Running app.invoke in a script is fine for experimentation. Production deployments require an HTTP server, async execution, state persistence, and the ability to handle concurrent requests.

How the API server works

The CLI starts a Uvicorn ASGI server. The FastAPI app loads your compiled graph once at startup and reuses it for every request. This avoids module loading overhead per request.

Async execution

The GraphService runs your graph in a thread pool so that blocking model calls do not delay the event loop.

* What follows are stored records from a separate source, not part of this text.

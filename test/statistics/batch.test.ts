import { describe, expect, test } from 'vitest';
import { groupTests, summariseGroup } from '../../src/statistics/batch.ts';
import type { BatchTest } from '../../src/statistics/batchTest.ts';
import { compareGroups, holmCorrected, MOST_COMPARED } from '../../src/statistics/groupsCompared.ts';
import { standardNormals } from './seeded.ts';

const tested = (i: number, fields: Partial<BatchTest> = {}): BatchTest => ({
  id: `id-${i}`,
  specimenId: `S-${i}`,
  testDate: `2026-03-${String((i % 28) + 1).padStart(2, '0')}`,
  material: 'grey cast iron',
  heat: 'G-117',
  section: 'solid-round',
  operator: 'bench 1',
  torqueDirection: 'ccw',
  mode: 'normal-stress',
  planeAngleDeg: 44,
  planeTiltDeg: null,
  strengthMPa: 260,
  leftOut: null,
  ...fields,
});

/** n sound tests that scatter: strengths 260 ± 8 MPa, angles 44 ± 2°. */
function batch(n: number, seed: number, fields: Partial<BatchTest> = {}): BatchTest[] {
  const z = standardNormals(seed, 2 * n);
  return Array.from({ length: n }, (_, i) =>
    tested(i, {
      strengthMPa: 260 + 8 * (z[2 * i] as number),
      planeAngleDeg: 44 + 2 * (z[2 * i + 1] as number),
      ...fields,
    }),
  );
}

describe('a group', () => {
  test('breaks under torque in both directions have one mean axis', () => {
    const both = batch(20, 1).map((t, i) =>
      i % 2 === 0 ? t : { ...t, torqueDirection: 'cw' as const, planeAngleDeg: -(t.planeAngleDeg as number) },
    );
    const { planeAngles } = summariseGroup(null, both);
    expect(planeAngles?.n).toBe(20);
    expect(planeAngles?.meanAxisDeg).toBeCloseTo(44, 0);
    expect(planeAngles?.resultantLength).toBeGreaterThan(0.99);
  });

  test('an angle without a direction of torque is left out of the mean axis, and that is said', () => {
    const { planeAngles, notes } = summariseGroup(null, [...batch(6, 2), tested(7, { torqueDirection: null })]);
    expect(planeAngles?.n).toBe(6);
    expect(notes.join(' ')).toContain('no direction of torque');
  });

  test('flat breaks count by their tilt, not by the slope of their trace', () => {
    const flat = batch(4, 3, { planeAngleDeg: null, planeTiltDeg: 3, mode: 'shear-transverse' });
    const { planeAngles, planeTiltsDeg } = summariseGroup(null, flat);
    expect(planeAngles).toBeNull();
    expect(planeTiltsDeg).toMatchObject({ n: 4, mean: 3, standardDeviation: 0 });
  });

  test('a test that is not attributable counts among the modes, not among strengths and angles', () => {
    const summary = summariseGroup(null, [
      ...batch(6, 4),
      tested(9, { strengthMPa: 900, planeAngleDeg: 0, mode: 'not-attributable', leftOut: 'broke at the grip' }),
    ]);
    expect(summary.modes.map((m) => [m.mode, m.share.count])).toEqual([
      ['normal-stress', 6],
      ['not-attributable', 1],
    ]);
    expect(summary.strength?.n).toBe(6);
    expect(summary.planeAngles?.n).toBe(6);
    expect(summary.odd).toEqual([]);
    expect(summary.leftOut).toEqual([{ specimenId: 'S-9', reason: 'broke at the grip' }]);
  });

  test('a Weibull modulus is stated for brittle groups only, and not from four tests', () => {
    expect(summariseGroup(null, batch(12, 5)).weibull?.n).toBe(12);
    expect(summariseGroup(null, batch(12, 5, { mode: 'shear-transverse' })).weibull).toBeNull();
    expect(summariseGroup(null, batch(4, 5)).weibull).toBeNull();
  });

  test.each([
    [1, 'One strength says nothing about scatter.'],
    [3, 'should not be compared'],
    [8, 'Weibull modulus of 8 specimens is known only'],
  ])('%d tests say what they cannot say', (n, words) => {
    expect(summariseGroup(null, batch(n, 6)).notes.join(' ')).toContain(words);
  });

  test('scattered angles have a mean that means nothing, and that is said', () => {
    const scattered = batch(12, 7).map((t, i) => ({ ...t, planeAngleDeg: -90 + 15 * i }));
    expect(summariseGroup(null, scattered).notes.join(' ')).toMatch(/no mean axis|no preferred axis/);
  });

  test('no test at all gives an empty summary', () => {
    expect(summariseGroup('x', [])).toMatchObject({ tests: 0, modes: [], planeAngles: null, strength: null, odd: [] });
  });
});

describe('odd tests', () => {
  test('a clean batch of 40 has none', () => {
    expect(summariseGroup(null, batch(40, 8)).odd).toEqual([]);
  });

  test('a strength, an angle and a mode apart from the others are named', () => {
    const { odd } = summariseGroup(null, [
      ...batch(20, 9),
      tested(50, { specimenId: 'weak', strengthMPa: 190, testDate: null }),
      tested(51, { specimenId: 'turned', planeAngleDeg: 20 }),
      tested(52, { specimenId: 'sheared', planeAngleDeg: null, mode: 'shear-transverse' }),
    ]);
    expect(odd.map((o) => [o.specimenId, o.code])).toEqual([
      ['weak', 'strength-outlier'],
      ['turned', 'angle-outlier'],
      ['sheared', 'mode-unlike-group'],
    ]);
    for (const { sentence } of odd) expect(sentence).toMatch(/\d.*\.$/);
  });

  test('an angle beside the wrap of ±90° is not apart from the others', () => {
    const splits = batch(12, 10).map((t, i) => ({ ...t, planeAngleDeg: i % 2 === 0 ? 89 + i / 20 : -89 - i / 20 }));
    expect(summariseGroup(null, splits).odd).toEqual([]);
  });

  test('a strength outside the control limits of the tests in their order', () => {
    const run = Array.from({ length: 30 }, (_, i) =>
      tested(i, { strengthMPa: i === 29 ? 250 : 260 + (i % 2), testDate: `2026-04-${String(i + 1).padStart(2, '0')}` }),
    );
    expect(summariseGroup(null, run).odd.map((o) => o.code)).toContain('outside-control-limits');
  });
});

describe('groups', () => {
  test('stand in the order of their names, tests that state none last', () => {
    const groups = groupTests([tested(1, { heat: 'B' }), tested(2, { heat: null }), tested(3, { heat: 'A' })], 'heat');
    expect(groups.map((g) => g.name)).toEqual(['A', 'B', null]);
  });

  test('two heats that differ in strength and mode, one that does not', () => {
    const groups = [
      { name: 'A', tests: batch(15, 11) },
      { name: 'B', tests: batch(15, 12) },
      {
        name: 'C',
        tests: batch(15, 13).map((t) => ({
          ...t,
          strengthMPa: (t.strengthMPa as number) + 30,
          mode: 'shear-transverse',
        })),
      },
    ];
    const { strength, pairs } = compareGroups(groups);
    expect(strength?.p).toBeLessThan(1e-6);
    const ab = pairs.find((p) => p.first === 'A' && p.second === 'B');
    const ac = pairs.find((p) => p.first === 'A' && p.second === 'C');
    expect(ab?.strengthCorrectedP).toBeGreaterThan(0.05);
    expect(ab?.axes?.p).toBeGreaterThan(0.01);
    expect(ab?.normalStress).toMatchObject({ difference: 0, p: 1 });
    expect(ac?.strengthCorrectedP).toBeLessThan(1e-6);
    expect(ac?.strength?.difference).toBeLessThan(-20);
    expect(ac?.normalStress).toMatchObject({ difference: 1 });
    expect(ac?.normalStress?.p).toBeLessThan(1e-6);
  });

  test('too many groups are compared as a whole only; single tests are not compared', () => {
    const many = Array.from({ length: MOST_COMPARED + 1 }, (_, i) => ({ name: `H${i}`, tests: batch(3, 20 + i) }));
    expect(compareGroups(many)).toMatchObject({ pairs: [], notes: [expect.stringContaining('too many')] });
    const { strength, pairs } = compareGroups([
      { name: 'A', tests: [tested(1)] },
      { name: 'B', tests: [tested(2)] },
    ]);
    expect(strength).toBeNull();
    expect(pairs).toMatchObject([{ strength: null, strengthCorrectedP: null, axes: null }]);
  });

  test('Holm’s correction: 0.01, 0.04, 0.03, 0.005 become 0.03, 0.06, 0.06, 0.02 (R p.adjust, its manual’s method)', () => {
    const corrected = holmCorrected([0.01, 0.04, 0.03, 0.005]);
    for (const [i, p] of [0.03, 0.06, 0.06, 0.02].entries()) expect(corrected[i]).toBeCloseTo(p, 12);
  });
});
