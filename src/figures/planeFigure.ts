import { scaleLinear } from 'd3-scale';
import { line } from 'd3-shape';
import { normalStressMPa, shearStressMPa } from '../mechanics/planes.ts';
import type { PredictedPlaneName } from '../mechanics/stressState.ts';
import type { Assessment, CellProbability } from '../verdict/model.ts';
import { element, escapeXml, FIGURE_FONT, px } from './svgText.ts';

/** The reading a figure shows: what was compared with the planes. */
export interface FigureReading {
  readonly planeAngleDeg: number;
  readonly expandedUncertaintyDeg: number;
  readonly planeTiltDeg: number | null;
  readonly planeTiltExpandedUncertaintyDeg?: number | null | undefined;
}

export interface PlaneFigureOptions {
  /** CSS px; the figure scales with its viewBox. */
  readonly widthPx?: number;
  readonly heightPx?: number;
  /** Said to those who do not see the figure. */
  readonly title?: string;
}

const INK = '#17222e';
const SOFT = '#5a6a79';
const NORMAL = '#1f5fa8';
const SHEAR = '#b35a00';
const BAND = '#2b7a4b';

const PLANE_LABEL: Readonly<Record<PredictedPlaneName, string>> = {
  tension: 'tension plane',
  compression: 'compression plane',
  'shear-transverse': 'shear plane',
  'shear-longitudinal': 'shear plane',
};

const degrees = (value: number, digits = 1): string => `${value.toFixed(digits).replace('-', '−')}°`;

/** A ±90° axis: the angle is axial, so a cell that crosses the end comes back in at the other. */
function stretches(fromDeg: number, toDeg: number): [number, number][] {
  const from = fromDeg < -90 ? fromDeg + 180 : fromDeg;
  const to = toDeg < -90 ? toDeg + 180 : toDeg;
  if (to - from >= 180) return [[-90, 90]];
  if (from <= to && to <= 90) return [[from, to]];
  const end = to > 90 ? to - 180 : to;
  return [
    [from, 90],
    [-90, end],
  ];
}

/**
 * Normal and shear stress on every plane θ, the predicted planes with the cells of the decision rule, and the measured
 * angle with its uncertainty band: one look says which plane broke. SVG text; no scripts, no inline styles.
 * @param reading null while nothing is measured
 */
export function planeFigure(
  assessment: Assessment,
  reading: FigureReading | null,
  options: PlaneFigureOptions = {},
): string {
  const width = options.widthPx ?? 640;
  const height = options.heightPx ?? 330;
  const left = 62;
  const right = width - 16;
  const top = 54;
  const bottom = height - 78;
  const stress = assessment.planesFor;
  const angles = Array.from({ length: 181 }, (_, i) => i - 90);
  const curves = {
    normal: angles.map((a) => normalStressMPa(stress, a)),
    shear: angles.map((a) => shearStressMPa(stress, a)),
  };
  const most = Math.max(1e-9, ...curves.normal.map(Math.abs), ...curves.shear.map(Math.abs));
  const unitless = assessment.stress === null;
  const x = scaleLinear().domain([-90, 90]).range([left, right]);
  const y = scaleLinear()
    .domain([-1.08 * most, 1.08 * most])
    .range([bottom, top]);
  const text = (
    at: { x: number; y: number },
    content: string,
    more: Readonly<Record<string, string | number>> = {},
  ): string => element('text', { x: at.x, y: at.y, fill: INK, ...more }, escapeXml(content));
  const parts: string[] = [];

  const statement = assessment.statement;
  const cells: readonly CellProbability[] = statement?.cells ?? [];
  // The tilt of a flat break has no sign: its cells stand on both sides.
  const bothSides = statement?.comparedQuantity === 'planeTilt';
  cells.forEach((cell, i) => {
    const own = stretches(cell.fromDeg, cell.toDeg);
    for (const [from, to] of bothSides ? [...own, ...own.map(([a, b]): [number, number] => [-b, -a])] : own) {
      parts.push(
        element('rect', {
          x: x(from),
          y: top,
          width: x(to) - x(from),
          height: bottom - top,
          fill: i % 2 === 0 ? '#f0f3f6' : '#ffffff',
        }),
      );
    }
  });

  for (const tick of y.ticks(5)) {
    parts.push(
      element('path', {
        d: `M${left} ${px(y(tick))}H${right}`,
        stroke: tick === 0 ? SOFT : '#d6dde4',
        'stroke-width': 1,
      }),
    );
    if (!unitless || Math.abs(tick) <= 1.001) {
      parts.push(
        text({ x: left - 6, y: y(tick) + 4 }, String(tick).replace('-', '−'), {
          'text-anchor': 'end',
          'font-size': 11,
        }),
      );
    }
  }
  for (const tick of [-90, -67.5, -45, -22.5, 0, 22.5, 45, 67.5, 90]) {
    const main = tick % 45 === 0;
    parts.push(element('path', { d: `M${px(x(tick))} ${bottom}v${main ? 6 : 3}`, stroke: SOFT, 'stroke-width': 1 }));
    if (main) {
      parts.push(text({ x: x(tick), y: bottom + 19 }, degrees(tick, 0), { 'text-anchor': 'middle', 'font-size': 11 }));
    }
  }

  for (const plane of assessment.planes) {
    const at = plane.planeAngleDeg;
    const places = at >= 89.999 ? [-90, 90] : [at];
    for (const place of places) {
      parts.push(
        element('path', {
          d: `M${px(x(place))} ${top}V${bottom}`,
          stroke: INK,
          'stroke-width': 1,
          'stroke-dasharray': '2 3',
        }),
      );
    }
    const place = places[places.length - 1] as number;
    const anchor = place > 75 ? 'end' : place < -75 ? 'start' : 'middle';
    parts.push(
      text({ x: x(place), y: top - 20 }, PLANE_LABEL[plane.plane], { 'text-anchor': anchor, 'font-size': 11 }),
      text({ x: x(place), y: top - 7 }, degrees(at), { 'text-anchor': anchor, 'font-size': 11, fill: SOFT }),
    );
  }

  const path = (values: readonly number[]) =>
    line<number>()
      .x((_, i) => x(angles[i] as number))
      .y((v) => y(v))
      .digits(2)(values) ?? '';
  parts.push(
    element('path', { d: path(curves.normal), fill: 'none', stroke: NORMAL, 'stroke-width': 2.4 }),
    element('path', {
      d: path(curves.shear),
      fill: 'none',
      stroke: SHEAR,
      'stroke-width': 2.4,
      'stroke-dasharray': '7 4',
    }),
  );

  if (reading !== null)
    parts.push(...measuredBand(reading, statement?.comparedQuantity ?? 'planeAngle', x, top, bottom));

  const unit = unitless ? '(share of the shear stress)' : 'MPa';
  parts.push(
    element('path', { d: `M${left} ${top}V${bottom}H${right}V${top}Z`, fill: 'none', stroke: SOFT, 'stroke-width': 1 }),
    text({ x: left, y: 16 }, `stress on the plane, ${unit}`, { 'font-size': 12 }),
    text({ x: right, y: bottom + 36 }, 'plane angle θ: 0 square to the axis, ±90 along it', {
      'text-anchor': 'end',
      'font-size': 11,
      fill: SOFT,
    }),
    ...legend(left, height - 12, reading !== null, statement?.comparedQuantity ?? 'planeAngle'),
  );
  const title = options.title ?? describeFigure(assessment, reading);
  return element(
    'svg',
    {
      xmlns: 'http://www.w3.org/2000/svg',
      viewBox: `0 0 ${width} ${height}`,
      width,
      height,
      role: 'img',
      'font-family': FIGURE_FONT,
      'aria-label': title,
    },
    `<title>${escapeXml(title)}</title>${element('rect', { x: 0, y: 0, width, height, fill: '#ffffff' })}${parts.join('')}`,
  );
}

function measuredBand(
  reading: FigureReading,
  compared: 'planeAngle' | 'planeTilt',
  x: (deg: number) => number,
  top: number,
  bottom: number,
): string[] {
  const tilt = compared === 'planeTilt' && reading.planeTiltDeg !== null;
  const centre = tilt ? (reading.planeTiltDeg as number) : reading.planeAngleDeg;
  const half = tilt
    ? (reading.planeTiltExpandedUncertaintyDeg ?? reading.expandedUncertaintyDeg)
    : reading.expandedUncertaintyDeg;
  // A flat break has a tilt and no hand: it is shown on both sides.
  const centres = tilt && centre > 0.05 ? [centre, -centre] : [centre];
  const out: string[] = [];
  for (const c of centres) {
    for (const [from, to] of stretches(c - half, c + half)) {
      out.push(
        element('rect', {
          x: x(from),
          y: top,
          width: Math.max(1, x(to) - x(from)),
          height: bottom - top,
          fill: BAND,
          'fill-opacity': '0.28',
        }),
      );
    }
    const shown = c > 90 ? c - 180 : c <= -90 ? c + 180 : c;
    out.push(
      element('path', { d: `M${px(x(shown))} ${top}V${bottom}`, stroke: BAND, 'stroke-width': 2.6 }),
      element('path', { d: `M${px(x(shown))} ${bottom}l-6 10h12z`, fill: BAND }),
    );
  }
  return out;
}

function legend(left: number, baseline: number, measured: boolean, compared: 'planeAngle' | 'planeTilt'): string[] {
  const entries: [string, string, number][] = [
    [element('path', { d: 'M0 -4h26', stroke: NORMAL, 'stroke-width': 2.4 }), 'normal stress σn(θ)', 150],
    [
      element('path', { d: 'M0 -4h26', stroke: SHEAR, 'stroke-width': 2.4, 'stroke-dasharray': '7 4' }),
      'shear stress τnt(θ)',
      150,
    ],
  ];
  if (measured) {
    entries.push([
      `${element('rect', { x: 0, y: -10, width: 26, height: 12, fill: BAND, 'fill-opacity': '0.28' })}${element('path', { d: 'M13 -10v12', stroke: BAND, 'stroke-width': 2.6 })}`,
      compared === 'planeTilt' ? 'measured tilt β ± U, either side' : 'measured θ ± U',
      190,
    ]);
  }
  let at = left;
  return entries.map(([mark, label, step]) => {
    const out = element(
      'g',
      { transform: `translate(${px(at)} ${px(baseline)})` },
      `${mark}${element('text', { x: 32, y: 0, 'font-size': 11, fill: INK }, escapeXml(label))}`,
    );
    at += step + 30;
    return out;
  });
}

function describeFigure(assessment: Assessment, reading: FigureReading | null): string {
  const planes = assessment.planes.map((p) => `${PLANE_LABEL[p.plane]} at ${degrees(p.planeAngleDeg)}`).join(', ');
  const measured =
    reading === null
      ? 'nothing measured'
      : `measured plane angle ${degrees(reading.planeAngleDeg)} ± ${degrees(reading.expandedUncertaintyDeg)}`;
  return `Normal and shear stress on planes from −90° to 90°; ${planes}; ${measured}`;
}
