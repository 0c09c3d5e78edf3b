import type { PointPx } from '../records/reading.ts';
import { element, px } from './svgText.ts';

/** What is drawn over a photo; px of the upright photo at full resolution. */
export interface OverlayScene {
  readonly axisPx?: readonly [PointPx, PointPx] | undefined;
  readonly diameterPx?: number | undefined;
  readonly edgesPx?: readonly (readonly [PointPx, PointPx])[] | undefined;
  readonly tracePx?: readonly PointPx[] | undefined;
}

/** A rectangle of the photo that a document shows, px of the full photo. */
export interface PhotoWindow {
  readonly leftPx: number;
  readonly topPx: number;
  readonly widthPx: number;
  readonly heightPx: number;
}

/** The part of a photo worth printing: the break with some diameters on each side, in the shape of the frame. */
export function windowAroundBreak(
  scene: OverlayScene,
  photo: { readonly widthPx: number; readonly heightPx: number },
  aspect: number,
): PhotoWindow {
  const whole = { leftPx: 0, topPx: 0, widthPx: photo.widthPx, heightPx: photo.heightPx };
  const points = scene.tracePx ?? scene.axisPx ?? [];
  if (points.length === 0) return whole;
  const xs = points.map((p) => p[0]);
  const ys = points.map((p) => p[1]);
  const margin = 1.6 * (scene.diameterPx ?? 0.1 * photo.widthPx);
  let width = Math.max(...xs) - Math.min(...xs) + 2 * margin;
  let height = Math.max(...ys) - Math.min(...ys) + 2 * margin;
  if (width / height < aspect) width = height * aspect;
  else height = width / aspect;
  const scale = Math.min(1, photo.widthPx / width, photo.heightPx / height);
  width *= scale;
  height *= scale;
  const cx = (Math.max(...xs) + Math.min(...xs)) / 2;
  const cy = (Math.max(...ys) + Math.min(...ys)) / 2;
  return {
    leftPx: Math.round(Math.max(0, Math.min(photo.widthPx - width, cx - width / 2))),
    topPx: Math.round(Math.max(0, Math.min(photo.heightPx - height, cy - height / 2))),
    widthPx: Math.floor(width),
    heightPx: Math.floor(height),
  };
}

/** SVG of the same size as the picture of `window`, `scale` picture px per photo px, to be laid over it. */
export function photoOverlay(scene: OverlayScene, window: PhotoWindow, scale: number): string {
  const width = window.widthPx * scale;
  const height = window.heightPx * scale;
  const at = (p: PointPx) => `${px((p[0] + 0.5 - window.leftPx) * scale)} ${px((p[1] + 0.5 - window.topPx) * scale)}`;
  const path = (points: readonly PointPx[]) => points.map((p, i) => `${i === 0 ? 'M' : 'L'}${at(p)}`).join('');
  const thick = Math.max(1.2, width / 420);
  const strokes: [string, string, string][] = [];
  for (const edge of scene.edgesPx ?? []) strokes.push([path(edge), '#8fd3ff', '']);
  if (scene.axisPx)
    strokes.push([path(scene.axisPx), '#ffffff', `${px(thick * 6)} ${px(thick * 2)} ${px(thick)} ${px(thick * 2)}`]);
  if (scene.tracePx) strokes.push([path(scene.tracePx), '#ff9d3c', '']);
  const casings = strokes.map(([d]) =>
    element('path', { d, fill: 'none', stroke: '#0a1018', 'stroke-opacity': '0.6', 'stroke-width': thick * 2.4 }),
  );
  const lines = strokes.map(([d, stroke, dash]) =>
    element('path', {
      d,
      fill: 'none',
      stroke,
      'stroke-width': thick * 1.2,
      ...(dash === '' ? {} : { 'stroke-dasharray': dash }),
    }),
  );
  return element(
    'svg',
    { xmlns: 'http://www.w3.org/2000/svg', viewBox: `0 0 ${px(width)} ${px(height)}`, width, height },
    [...casings, ...lines].join(''),
  );
}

You do not need to write async code in your graph nodes — the runtime handles scheduling.

If your graph nodes are already async functions, the runtime awaits them directly.

Publisher adapters

The agentflow.runtime.publisher module provides adapters for different streaming transports. Internally the API uses the SSE publisher to send StreamChunk events over POST /v1/graph/stream.

You do not interact with publisher adapters directly unless you are embedding the graph outside the standard API server.

Multi-worker deployment

For production scale, run multiple worker processes behind a load balancer. Because state is stored in the checkpointer (and optionally in the memory store), any worker can handle any request as long as they share the same storage backend.

Use PgCheckpointer (backed by Postgres + Redis) so that state is shared across workers. InMemoryCheckpointer is process-local and breaks in a multi-worker setup.

Environment configuration

The API server reads settings from environment variables. Key variables:

VariableDescriptionDefault
MODEdevelopment or productiondevelopment
LOG_LEVELLogging verbosityINFO
ORIGINSComma-separated allowed CORS origins*
JWT_SECRET_KEYSecret key for JWT auth
JWT_ALGORITHMJWT signing algorithmHS256
REDIS_URLRedis URL for PgCheckpointer

In production, set MODE=production. This enables stricter security header checks and logs warnings for unsafe defaults like ORIGINS=*.

Docker deployment

Generate a Dockerfile:

agentflow build --docker-compose

This creates a Dockerfile and docker-compose.yml configured for the standard API server. See Generate Docker files for options.

What you learned

  • The API server loads the compiled graph once at startup.
  • Async scheduling is handled by the runtime — your nodes can be sync or async.
  • Multi-worker deployments require PgCheckpointer for shared state.
  • Set MODE=production and configure ORIGINS for secure production deployments.